Darin zieht die BGR das Fazit, Kleemanns Studie vom 29.11.2011 würde einer fachlichen Überprüfung nicht standhalten. Er habe sich im Wesentlichen auf einige und teilweise aus dem Zusammenhang gerissene Aussagen gestützt und hätte keinen Bezug auf die mehreren hundert zugrunde liegenden Fachberichte der BGR genommen. Die Juckepunkte sind die Bewertung von Gaseinschlüssen, ein vermutetes Gasfeld unter dem Salzstock und das fehlende Deckgebirge sowie die Frage, ob die BGR der Frage nachgegangen ist, ob Gorleben in einer tektonischen Störungszone liegt – allesamt K.o-Kriterien für den Standort.

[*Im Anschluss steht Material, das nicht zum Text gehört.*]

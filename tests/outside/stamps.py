#!/usr/bin/python3
# SPDX-License-Identifier: GPL-3.0-or-later
# SPDX-FileCopyrightText: The Tiltfield developers
"""stamps.py TILTFIELD_RUN SOURCE: stamps against their frame. Prints TAP.

astropy (python3-astropy) reads a stamp and its standard coordinates; fitsverify judges the file. The flux of the frame's own pixels, whose
places on the Sun are those of python3-sunpy, inside the same box must be that of the stamp, and lie in the same place. Area of a pixel on the
Sun: solid angle d^2 / mu; radial field: line-of-sight field / mu (common practice).
"""
import glob
import os
import subprocess
import sys
import tempfile
import warnings

import numpy as np
import astropy.units as u
from astropy.coordinates import SkyCoord
from astropy.io import fits
from astropy.wcs import WCS
from sunpy.coordinates import HeliographicCarrington, HeliographicStonyhurst, Helioprojective

RUN, TOP = sys.argv[1:3]
RADIUS_CM = 695.7e8
warnings.simplefilter("ignore")
number = 0


def say(sentence, good, *details):
    global number
    number += 1
    print(f"{'ok' if good else 'not ok'} {number} - {sentence}")
    for line in details:
        print(f"#   {line}")


def run(*words, env):
    done = subprocess.run([RUN, *words], stdout=subprocess.PIPE, stderr=subprocess.PIPE, text=True, timeout=200, env=env)
    if done.returncode != 0:
        raise RuntimeError(f"{words}: exit {done.returncode}: {done.stderr[-500:]}")
    return done


def read_frame(path):
    """Carrington longitude and latitude, mu, radial field and flux of every pixel."""
    with fits.open(path) as file:
        hdu = next(h for h in file if h.data is not None)
        data, header = hdu.data.astype(float), hdu.header
    observer = HeliographicStonyhurst(header["HGLN_OBS"] * u.deg, header["HGLT_OBS"] * u.deg, header["DSUN_OBS"] * u.m,
                                      obstime=header["DATE-AVG"])
    y, x = np.mgrid[1:data.shape[0] + 1, 1:data.shape[1] + 1]
    world = WCS(header).all_pix2world(np.column_stack([x.ravel(), y.ravel()]), 1)
    unit = u.Unit(WCS(header).wcs.cunit[0])
    frame = Helioprojective(observer=observer, obstime=header["DATE-AVG"], rsun=695700 * u.km)
    turned = [(world[:, k] * unit).to(u.arcsec) for k in range(2)]
    turned[0] = np.where(turned[0] > 180 * u.deg, turned[0] - 360 * u.deg, turned[0])
    sky = SkyCoord(turned[0], turned[1], frame=frame)
    sun = sky.make_3d()
    place = sun.transform_to(HeliographicCarrington(observer=observer, obstime=header["DATE-AVG"]))
    far = place.cartesian.xyz.to(u.km).value
    up = far / np.linalg.norm(far, axis=0)
    eye = SkyCoord(observer).transform_to(HeliographicCarrington(observer=observer, obstime=header["DATE-AVG"])).cartesian.xyz.to(u.km).value
    line = eye[:, None] - far
    distance = np.linalg.norm(line, axis=0)
    mu = (up * line).sum(axis=0) / distance
    step = abs(WCS(header).wcs.cdelt[0]) * (1 * unit).to(u.rad).value
    area = step ** 2 * (distance * 1e5) ** 2 / mu
    return place.lon.to(u.deg).value, place.lat.to(u.deg).value, mu, data.ravel() / mu, area


with tempfile.TemporaryDirectory(prefix="tiltfield-stamps-") as folder:
    env = dict(os.environ, XDG_STATE_HOME=os.path.join(folder, "state"))
    name = os.path.join(TOP, "data-demo", "frames", "brindle-20131012-0600.fits")
    ledger, out = os.path.join(folder, "a.ledger"), os.path.join(folder, "stamps")
    run("fill", ledger, name, env=env)
    run("export", ledger, out, "--what", "stamps", "--with-hints", env=env)
    stamps = sorted(glob.glob(os.path.join(out, "*.fits")))
    say("a stamp for each sampled hint", len(stamps) >= 5, str(len(stamps)))
    bad = [line for path in stamps for line in subprocess.run(["fitsverify", "-e", path], stdout=subprocess.PIPE, text=True).stdout.splitlines()
           if "*** Error" in line]
    say("fitsverify finds no error", not bad, *bad[:5])
    lon, lat, mu, field, area = read_frame(name)
    worst = [0.0, 0.0, 0.0, 0.0]
    for path in stamps:
        with fits.open(path, checksum=True) as file:
            data, header = file[0].data.astype(float), file[0].header
        w = WCS(header)
        y, x = np.mgrid[1:data.shape[0] + 1, 1:data.shape[1] + 1]
        there = w.all_pix2world(np.column_stack([x.ravel(), y.ravel()]), 1)
        cell = (np.radians(header["CDELT1"]) * RADIUS_CM) ** 2
        # A box two cells inside the stamp, by the places of the pixels' middles: the field is weak along its edge.
        pixel = w.all_world2pix(np.column_stack([lon, lat]), 1)
        inside = (mu > 0.17) & (pixel[:, 0] > 2.5) & (pixel[:, 0] < data.shape[1] - 1.5) & (pixel[:, 1] > 2.5) & (pixel[:, 1] < data.shape[0] - 1.5)
        box = data[2:-2, 2:-2]
        total = np.nansum(np.abs(field[inside]) * area[inside])
        worst[0] = max(worst[0], abs(np.nansum(box) * cell - np.nansum(field[inside] * area[inside])) / total)
        worst[1] = max(worst[1], abs(np.nansum(np.abs(box)) * cell / total - 1))
        places = there.reshape(data.shape + (2,))[2:-2, 2:-2]
        strong, pixels = box > 100, inside & (field > 100)
        if strong.any() and pixels.any():
            for k, (stamp_place, frame_place) in enumerate(((places[..., 0], lon), (places[..., 1], lat))):
                ours = np.average(stamp_place[strong] % 360, weights=box[strong])
                theirs = np.average(frame_place[pixels] % 360 if k == 0 else frame_place[pixels], weights=(field * area)[pixels])
                ours = (ours + 180) % 360 - 180 if k == 1 else ours
                worst[2 + k] = max(worst[2 + k], abs(ours - theirs))
    say("net flux in the box is that of the frame's pixels to 0.2 % of the unsigned flux", worst[0] < 0.002, str(worst[0]))
    say("unsigned flux to 8 % (opposite noise in one cell cancels)", worst[1] < 0.08, str(worst[1]))
    say("the positive flux lies in the same place to 0.1 degrees", max(worst[2:]) < 0.1, str(worst[2:]))
print(f"1..{number}")
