/* SPDX-License-Identifier: GPL-3.0-or-later
 * SPDX-FileCopyrightText: The Tiltfield developers
 */
#pragma once

/* One file on its way into a ledger. Workers read and measure, the caller's thread alone talks to
 * the ledger. A job goes through the workers twice: first for its checksum and header, then,
 * unless the ledger knows it, for its pixels. */

#include "tf-intake.h"

G_BEGIN_DECLS

typedef enum
{
  JOB_LOOK, /* checksum and header */
  JOB_FIND, /* pixels, noise, hints */
} TfJobStage;

typedef struct
{
  TfJobStage stage;
  char *path;
  char *checksum;
  int hdu, plane;
  TfFrameInfo *info;
  double noise_gauss;
  GPtrArray *hints; /* NULL when none were asked for */
  GArray *complexity; /* TfComplexityRow, one a hint */
  char *failure;    /* sentence; NULL when well */
} TfJob;

typedef struct
{
  const TfIntakeParams *params;
  TfPool *pool;
  GAsyncQueue *done; /* TfJob, back from the workers */
  char *rule, *method, *complexity;
} TfIntake;

/* The frame's file as it was recorded; NULL when it is gone or another. */
TfFrame *tf_intake_open_frame (TfLedger *ledger, gint64 frame, const TfWork *work);

TfJob *tf_job_new (const char *path);
void tf_job_free (TfJob *job);
/* GFunc of the thread pool: does the stage and pushes the job to @done. */
void tf_job_work (gpointer job, gpointer intake);

G_DEFINE_AUTOPTR_CLEANUP_FUNC (TfJob, tf_job_free)

G_END_DECLS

Kleemann: BGR geht nicht auf Kritikpunkte ein
Kleemann hält dagegen:"Ich hatte in meiner Studie darauf hingewiesen, dass die Zitierung einer großen Zahl von unveröffentlichten Berichten dann zulässig ist, wenn nur die durchgeführten Arbeiten dargestellt werden sollen. Wenn jedoch wertende Aussagen – wie: der Standort ist als ruhig zu bezeichnen, es spricht nichts gegen eine Eignung – getroffen werden, muss das aktuelle Schrifttum erwähnt werden. Das ist der Hauptvorwurf. Hierauf geht die BGR jedoch nicht ein, sondern macht nur einige ablenkende Bemerkungen."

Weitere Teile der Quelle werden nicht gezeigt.